I would like to reshape my old data.frame data
from long to wide using two variables as the columns for the new data.frame new.data
. Specifically, I want to take the two variables data$assessment
and data$question_id
:
1) Figure out how many data$question_id
are in each data$assessment
, so that
2) Each data$question_id
represents a column in the new data.frame, and
3) Relabel each data$question_id
to indicate the assessment it belongs to (i.e. Assessment1 and Q1 is Assessment1_Q1, Assessment1 and Q3 is Assessment1_Q3).
However, there are two things to consider:
1) The assessments have different numbers of questions
2) Not all questions were filled out by the participant (i.e. missing data)
Here's the general structure of the old data.frame:
> dim(data)
[1] 42106 4
> colnames(data)
[1] "subjectid" "assessment" "question_id" "question_value"
> lapply(data, class)
$subjectid
[1] "integer"
$assessment
[1] "factor"
$question_id
[1] "factor"
$question_value
[1] "factor"
> length(unique(data$subjectid))
[1] 96
> table(data$assessment)
Assessment1 Assessment2
1362 2102
Assessment3 Assessment4
966 864
Assessment5 Assessment6
1183 2093
Assessment7 Assessment8
181 14208
Assessment9 Assessment10
6734 2044
Assessment11 Assessment12
3129 2185
Assessment13 Assessment14
3962 1093
> length(unique(data$question_id))
[1] 431
I want my new data.frame new.data
to have rows representing participants (N=96), columns representing the assessment and question (i.e. Assessment1_Q1), and new.data$question_value
representing each participant's score on a specific assessment/question.

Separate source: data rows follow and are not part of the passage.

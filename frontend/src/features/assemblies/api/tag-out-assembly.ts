import type { z } from 'zod';
import type { tagOutSchema } from '@shared/schemas/assemblies.schema';
import { type LifecycleAnswer, type LifecycleOptions, useLifecycleMutation } from './lifecycle-mutation';
import { submitOnce } from './submit-once';

/** The body as the form sends it: measurements as `{ value, unit }`, the key added by the submission. */
export type TagOutRequest = Omit<z.input<typeof tagOutSchema>, 'idempotencyKey'>;

export interface TagOutRequestVariables {
  assemblyId: string;
  input: TagOutRequest;
  idempotencyKey: string;
}

/** Tags an installed assembly out of use until it is replaced or removed. */
export function tagOutAssembly({ assemblyId, input, idempotencyKey }: TagOutRequestVariables): Promise<LifecycleAnswer> {
  return submitOnce<LifecycleAnswer>(`/api/assemblies/${encodeURIComponent(assemblyId)}/tag-out`, input, idempotencyKey);
}

export function useTagOutAssembly(options: LifecycleOptions<TagOutRequestVariables> = {}) {
  return useLifecycleMutation(tagOutAssembly, options);
}
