import type { AssemblyListQuery } from '@shared/schemas/assemblies.schema';

/** The subset of the register query the assembly pickers and searches send. */
export type AssemblySearch = Partial<Pick<AssemblyListQuery, 'q' | 'siteId' | 'status' | 'sizeCode' | 'positionId' | 'page' | 'pageSize'>>;

export const assemblyKeys = {
  all: ['assemblies'] as const,
  lists: () => [...assemblyKeys.all, 'list'] as const,
  list: (query: AssemblySearch) => [...assemblyKeys.lists(), query] as const,
  details: () => [...assemblyKeys.all, 'detail'] as const,
  detail: (id: string) => [...assemblyKeys.details(), id] as const,
  events: (id: string) => [...assemblyKeys.detail(id), 'events'] as const,
};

Using dim(new.data)
should yield 96 432
It should look something like this
subjectid Assessment1_Q1 Assessment1_Q2 Assessment1_Q3 Assessment1_Q4 Assessment2_Q1 Assessment2_Q2 Assessment2_Q3 Assessment3_Q1 Assessment3_Q2 Assessment3_Q3 Assessment4_Q1 Assessment4_Q2
1 6 7 5 4 1 2 4 8 6
2 5 9 3 1 2 4 8 2 3
3 3 9 5 4 5 9 2 3 7 5 5
As you can see, the new data.frame's rows are participants, the columns are Assessments/Questions, and the values are the participants' responses (missing responses are left blank.